Summary
There is no consensus yet over what the interval should be between colonoscopy screens for colorectal cancer. Researchers have now monitored a group of people after a negative colonoscopy. During five years of follow up, there were no cases of cancer. Therefore, there is no need for a repeat colonoscopy within five years of having a negative result.
Introduction
Colonoscopy - the detailed examination of the colon with a miniature camera - is a proven method for picking up early cases of cancer and pre-cancer. The technique can detect not just tumors, but also polyps of various stages which may go on to develop into cancer. Once detected, these lesions can be removed promptly. Since colon cancer is one of the leading causes of cancer death, regular colonoscopy is recommended beyond the age of 50. However, it has not been clear how often colonoscopy ought to be repeated.
What was done
Researchers at Indiana University and the University of North Carolina, Chapel Hill, identified 2346 people with no adenomas at initial colonoscopy. The findings were classified as follows: no polyps, hyperplastic polyp, adenoma less than one centimeter in diameter, adenoma equal to or greater than one centimeter in diameter, other lesions with pre-cancerous properties, or cancer. They then rescreened half of them around five years later. The average age of the group was nearly 57 years and half were men.
What was found
No cancers were found on rescreening.
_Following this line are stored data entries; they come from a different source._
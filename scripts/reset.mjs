import { existsSync, rmSync } from 'node:fs';
import path from 'node:path';
import { createInterface } from 'node:readline/promises';
import { Cluster } from './setup/cluster.mjs';
import { dataFolder, root } from './setup/folders.mjs';
import { ensurePostgres } from './setup/installed.mjs';
import { runMain, say, SetupProblem } from './setup/say.mjs';

/** Throws away everything this installation keeps, after asking. */
await runMain(async () => {
  if (!existsSync(dataFolder)) return say('There is nothing to reset.');
  if (!process.argv.includes('--yes')) {
    if (!process.stdin.isTTY) throw new SetupProblem('This deletes all data. Say so: npm run reset -- --yes');
    const terminal = createInterface({ input: process.stdin, output: process.stdout });
    const answer = await terminal.question(
      'This deletes the database, the photographs and the mail of this installation. Type "delete" to go on: ',
    );
    terminal.close();
    if (answer.trim() !== 'delete') return say('Nothing was deleted.');
  }
  const cluster = new Cluster({
    binaries: ensurePostgres(),
    folder: path.join(dataFolder, 'postgres'),
    port: 0,
    password: '',
  });
  cluster.stop();
  for (const name of ['postgres', 'objects', 'mail', 'logs'])
    rmSync(path.join(dataFolder, name), { recursive: true, force: true });
  rmSync(path.join(root, '.env.local'), { force: true });
  say('Done. "npm start" begins anew.');
});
One or more adenomas were found in 16 percent (201 people) of whom 16 had one or more advanced adenomas. The risk of having an advanced adenoma did not differ between those who had no polyps at the initial screen and those who did have polyps. Men were more likely than women to have any kind of adenoma and to have an advanced adenoma.
What this study means
Among people who have a negative result at initial colonoscopy, the risk of going on to develop colorectal cancer in the next five years is extremely low. We cannot say it is zero, even though no cases were found in the current study, because a large study may have found some cases. The risk of advanced adenoma is also extremely low, although higher among men than women. This study suggests a rescreening of five years or more would be appropriate following a normal colonoscopy. Repeating colonoscopy earlier than this is not justified, unless the person is at risk.